YOUR OBJECTIVE
In the listing below, lines with the string "weather" are to be counted; the number is the entire reply.

[INFORMATION SUPPLIED Boundary: Start]

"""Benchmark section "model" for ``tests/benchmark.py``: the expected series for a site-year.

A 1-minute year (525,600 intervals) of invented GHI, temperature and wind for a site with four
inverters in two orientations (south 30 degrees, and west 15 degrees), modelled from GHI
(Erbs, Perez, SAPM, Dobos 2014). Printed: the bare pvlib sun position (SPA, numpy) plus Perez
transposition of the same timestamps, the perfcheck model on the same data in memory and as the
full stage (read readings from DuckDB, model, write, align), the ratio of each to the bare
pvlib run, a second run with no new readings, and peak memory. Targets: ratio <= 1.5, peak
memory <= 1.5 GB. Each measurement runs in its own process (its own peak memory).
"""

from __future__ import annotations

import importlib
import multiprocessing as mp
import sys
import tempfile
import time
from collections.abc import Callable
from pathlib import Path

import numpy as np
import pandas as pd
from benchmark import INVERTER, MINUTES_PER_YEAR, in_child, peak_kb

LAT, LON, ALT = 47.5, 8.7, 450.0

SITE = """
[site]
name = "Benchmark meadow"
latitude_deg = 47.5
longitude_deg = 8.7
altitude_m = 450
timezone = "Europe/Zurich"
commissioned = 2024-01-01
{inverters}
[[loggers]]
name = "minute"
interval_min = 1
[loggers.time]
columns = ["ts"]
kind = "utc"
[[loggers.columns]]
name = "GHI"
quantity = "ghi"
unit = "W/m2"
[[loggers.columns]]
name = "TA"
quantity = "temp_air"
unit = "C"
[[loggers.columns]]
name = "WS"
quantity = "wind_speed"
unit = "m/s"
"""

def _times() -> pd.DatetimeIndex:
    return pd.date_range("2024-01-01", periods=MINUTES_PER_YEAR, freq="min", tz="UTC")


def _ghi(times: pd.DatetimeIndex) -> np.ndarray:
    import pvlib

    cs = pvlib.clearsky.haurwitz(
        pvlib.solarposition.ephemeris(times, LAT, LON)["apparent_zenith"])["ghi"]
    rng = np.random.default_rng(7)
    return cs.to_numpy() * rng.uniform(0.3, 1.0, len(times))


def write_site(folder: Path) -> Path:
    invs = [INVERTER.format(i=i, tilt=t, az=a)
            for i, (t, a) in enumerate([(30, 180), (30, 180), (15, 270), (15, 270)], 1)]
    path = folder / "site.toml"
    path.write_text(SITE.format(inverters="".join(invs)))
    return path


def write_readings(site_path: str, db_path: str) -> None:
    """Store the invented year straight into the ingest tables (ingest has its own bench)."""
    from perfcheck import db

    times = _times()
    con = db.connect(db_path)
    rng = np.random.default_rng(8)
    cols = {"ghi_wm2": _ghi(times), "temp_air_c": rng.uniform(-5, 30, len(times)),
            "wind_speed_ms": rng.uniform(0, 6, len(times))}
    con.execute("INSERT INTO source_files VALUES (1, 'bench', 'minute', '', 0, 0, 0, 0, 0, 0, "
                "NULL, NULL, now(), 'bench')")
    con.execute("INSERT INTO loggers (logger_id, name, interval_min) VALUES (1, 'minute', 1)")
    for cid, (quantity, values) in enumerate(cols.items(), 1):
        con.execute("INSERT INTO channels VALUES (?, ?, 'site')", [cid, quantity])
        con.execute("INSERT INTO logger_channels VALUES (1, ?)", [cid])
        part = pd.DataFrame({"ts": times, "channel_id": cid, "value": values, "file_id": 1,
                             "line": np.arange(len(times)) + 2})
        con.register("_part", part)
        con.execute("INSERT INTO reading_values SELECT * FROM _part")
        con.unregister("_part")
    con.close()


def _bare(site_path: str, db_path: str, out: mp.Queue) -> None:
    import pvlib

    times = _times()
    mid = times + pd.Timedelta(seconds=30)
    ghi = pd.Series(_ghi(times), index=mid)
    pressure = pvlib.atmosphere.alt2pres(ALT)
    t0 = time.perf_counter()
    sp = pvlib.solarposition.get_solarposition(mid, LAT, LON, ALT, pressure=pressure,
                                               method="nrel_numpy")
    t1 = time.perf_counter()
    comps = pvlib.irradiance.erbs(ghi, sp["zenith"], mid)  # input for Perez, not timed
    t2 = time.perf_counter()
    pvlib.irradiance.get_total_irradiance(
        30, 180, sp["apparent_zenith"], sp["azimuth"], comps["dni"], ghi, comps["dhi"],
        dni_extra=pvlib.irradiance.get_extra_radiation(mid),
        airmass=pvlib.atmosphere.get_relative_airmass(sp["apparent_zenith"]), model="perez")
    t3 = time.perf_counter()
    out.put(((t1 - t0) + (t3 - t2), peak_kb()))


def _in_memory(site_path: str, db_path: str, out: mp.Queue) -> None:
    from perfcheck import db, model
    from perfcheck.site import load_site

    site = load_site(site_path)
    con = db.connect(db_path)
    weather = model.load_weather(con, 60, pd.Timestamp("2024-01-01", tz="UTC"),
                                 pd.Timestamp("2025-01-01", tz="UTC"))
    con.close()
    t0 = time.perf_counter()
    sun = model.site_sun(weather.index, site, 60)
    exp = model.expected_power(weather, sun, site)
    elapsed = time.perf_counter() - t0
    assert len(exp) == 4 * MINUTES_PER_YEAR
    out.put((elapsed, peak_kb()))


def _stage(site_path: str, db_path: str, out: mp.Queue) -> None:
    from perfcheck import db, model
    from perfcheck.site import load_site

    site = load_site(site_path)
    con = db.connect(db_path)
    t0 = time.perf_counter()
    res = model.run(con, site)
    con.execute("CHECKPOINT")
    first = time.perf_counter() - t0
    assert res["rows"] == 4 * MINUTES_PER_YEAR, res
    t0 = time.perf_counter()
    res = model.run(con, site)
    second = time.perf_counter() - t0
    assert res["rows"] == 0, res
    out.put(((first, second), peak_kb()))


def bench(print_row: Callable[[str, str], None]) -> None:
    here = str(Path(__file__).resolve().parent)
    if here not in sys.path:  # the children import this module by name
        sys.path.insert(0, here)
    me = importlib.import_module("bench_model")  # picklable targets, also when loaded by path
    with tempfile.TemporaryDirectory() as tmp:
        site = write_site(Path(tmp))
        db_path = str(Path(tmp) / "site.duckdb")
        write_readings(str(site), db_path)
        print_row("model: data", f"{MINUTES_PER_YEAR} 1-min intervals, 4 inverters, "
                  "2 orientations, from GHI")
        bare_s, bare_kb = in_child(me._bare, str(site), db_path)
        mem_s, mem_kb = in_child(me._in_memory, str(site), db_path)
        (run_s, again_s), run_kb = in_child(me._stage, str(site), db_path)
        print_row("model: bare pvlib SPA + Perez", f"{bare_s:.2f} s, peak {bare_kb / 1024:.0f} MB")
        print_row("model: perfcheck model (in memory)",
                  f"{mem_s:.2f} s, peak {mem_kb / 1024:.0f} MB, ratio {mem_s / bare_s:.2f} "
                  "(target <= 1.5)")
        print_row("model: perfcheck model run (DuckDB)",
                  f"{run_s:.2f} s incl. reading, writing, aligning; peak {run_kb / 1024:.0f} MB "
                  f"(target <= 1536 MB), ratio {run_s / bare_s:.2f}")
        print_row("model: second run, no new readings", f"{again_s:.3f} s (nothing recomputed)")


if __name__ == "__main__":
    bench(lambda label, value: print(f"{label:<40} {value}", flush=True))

[INFORMATION SUPPLIED Boundary: End]

SOLUTION TO THIS PROBLEM
3